A total of 14 startups with a combined production of 230,000 bpd are expected to come on stream in the UK section of the North Sea this year, the highest yearly new oil output in ten years, Bloomberg reported on Monday, citing data by energy consultancy Wood Mackenzie.
The projects are the result of the high investments in this mature basin that were made before the 2014 oil price crash. The outlook beyond 2018 is not nearly as bright due to the underinvestment in new projects following the slump in oil prices, according to WoodMac.
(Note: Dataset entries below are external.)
import { readdirSync } from 'node:fs';
import { join } from 'node:path';
import { describe, expect, it } from 'vitest';
import { evaluateCorner } from '../../src/analysis/evaluate.js';
import { resolveDesign } from '../../src/analysis/resolve.js';
import { HANDOVER_KINDS } from '../../src/checks/check.js';
import { loadDesign, loadModel } from '../../src/cli/load.js';
import { errorBandText } from '../../src/delay/error-band.js';
import { hasHandovers, modelErrorText } from '../../src/report/model-error.js';
import { ROOT } from '../helpers.js';

describe('modelErrorText', () => {
  it('is the dead-time and gap line alone for a design without handovers', () => {
    expect(modelErrorText('analytic', 'generic180', false)).toBe(errorBandText('analytic', 'generic180'));
  });

  it("adds the switch-instant band the handover checks take off, before the line's closing words", () => {
    // src/switches/instant-band.ts: analytic on generic180 measured to +3.03 %, stated +3.1 %.
    const text = modelErrorText('analytic', 'generic180', true);
    expect(text).toContain(
      "; the handover checks take its measured switch-instant error, 3.1 % of each handover's path, off the model's handover; read small margins against it",
    );
    expect(text.startsWith(errorBandText('analytic', 'generic180').replace(/; read small margins against it$/, ''))).toBe(true);
  });

  it('says a model never measured on the card takes the worst measured', () => {
    expect(modelErrorText('table', 'generic180', true)).toContain(
      "its switch-instant error is not measured: the handover checks take the worst measured, 3.1 % of each handover's path",
    );
  });
});

describe('hasHandovers', () => {
  // check-text knows only the report's check kinds, the other reports the resolved design's
  // subjects: on every shipped design the two must say the same.
  const dir = join(ROOT, 'fixtures', 'designs');
  for (const file of readdirSync(dir).filter((f) => f.endsWith('.yaml'))) {
    it(`agrees with the check kinds a corner reports on ${file}`, () => {
      const loaded = loadDesign(join(dir, file));
      const resolved = resolveDesign(
        loaded.design,
        loaded.card,
        loadModel(loaded.card, loaded.cardDir, {}, () => {}),
      );
      const checks = evaluateCorner(resolved, resolved.corners[0]!.corner).checks;
      expect(checks.some((c) => HANDOVER_KINDS.has(c.kind))).toBe(hasHandovers(resolved));
    });
  }
});
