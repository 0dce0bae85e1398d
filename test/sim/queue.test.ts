import { describe, it, expect } from 'vitest';
import { EventQueue } from '../../src/sim/queue.js';

function drain(q: EventQueue): Array<[number, number, number]> {
  const out: Array<[number, number, number]> = [];
  while (q.length > 0) {
    out.push([q.peekTime(), q.peekSeq(), q.peekNet()]);
    q.pop();
  }
  return out;
}

/** A small deterministic generator (Park-Miller minimal standard) so the test is reproducible. */
function lcg(seed: number): () => number {
  let state = seed;
  return () => {
    state = (state * 16807) % 2147483647;
    return state / 2147483647;
  };
}

describe('EventQueue', () => {
  it('pops in time order', () => {
    const q = new EventQueue(4);
    [
      [3e-9, 1, 30],
      [1e-9, 2, 10],
      [2e-9, 3, 20],
      [0.5e-9, 4, 5],
    ].forEach(([t, s, n]) => {
      q.push(t!, s!, n!);
    });
    expect(drain(q).map((e) => e[2])).toEqual([5, 10, 20, 30]);
  });

  it('breaks ties in time by sequence number, whatever the push order', () => {
    const q = new EventQueue(2);
    for (const seq of [5, 2, 9, 1, 7]) q.push(1e-9, seq, seq * 10);
    expect(drain(q).map((e) => e[1])).toEqual([1, 2, 5, 7, 9]);
  });

  it('grows past its initial capacity and keeps every event', () => {
    const q = new EventQueue(1);
    for (let i = 0; i < 1000; i++) q.push(1000 - i, i, i);
    expect(q.length).toBe(1000);
    const out = drain(q);
    expect(out).toHaveLength(1000);
    expect(out[0]).toEqual([1, 999, 999]);
    expect(out[999]).toEqual([1000, 0, 0]);
  });

  it('agrees with a sort by (time, seq) on a random mix of interleaved pushes and pops', () => {
    const random = lcg(12345);
    const q = new EventQueue(8);
    const reference: Array<[number, number, number]> = [];
    const popped: Array<[number, number, number]> = [];
    const expected: Array<[number, number, number]> = [];
    const order = (a: [number, number, number], b: [number, number, number]) => a[0] - b[0] || a[1] - b[1];
    let seq = 0;
    for (let step = 0; step < 5000; step++) {
      if (random() < 0.6 || q.length === 0) {
        // Coarse times so that ties are frequent.
        const event: [number, number, number] = [Math.floor(random() * 50), ++seq, Math.floor(random() * 100)];
        q.push(...event);
        reference.push(event);
      } else {
        reference.sort(order);
        expected.push(reference.shift()!);
        popped.push([q.peekTime(), q.peekSeq(), q.peekNet()]);
        q.pop();
      }
    }
    expect(popped.length).toBeGreaterThan(1000);
    expect(popped).toEqual(expected);
  });

  it('is empty after clear', () => {
    const q = new EventQueue();
    q.push(1, 1, 1);
    q.push(2, 2, 2);
    q.clear();
    expect(q.length).toBe(0);
    q.push(5, 3, 7);
    expect(drain(q)).toEqual([[5, 3, 7]]);
  });
});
“It’s really the fruits of a very high level of investment in the 2010 to 2014 period,” Mhairidh Evans, a senior research analyst for North Sea upstream at Wood Mackenzie, told Bloomberg over the phone, commenting on this year’s expected jump in new startup production.
Next year, the UK North Sea’s average oil and gas production is forecast at some 1.9 million barrels equivalent of oil and gas, with the output from this year’s projects representing 12 percent of the total production, according to Wood Mackenzie.
So far this year, 8 oil and gas fields in the UK North Sea have started production, which are estimated to add a combined 140,000 barrels of oil equivalent per day (boed) of production, Bloomberg reports, quoting WoodMac data.
The most recent startup was Total’s Edradour & Glenlivet gas and condensate fields in the West of Shetland area, which will be adding production capacity of up to 56,000 boed to the French company’s North Sea production.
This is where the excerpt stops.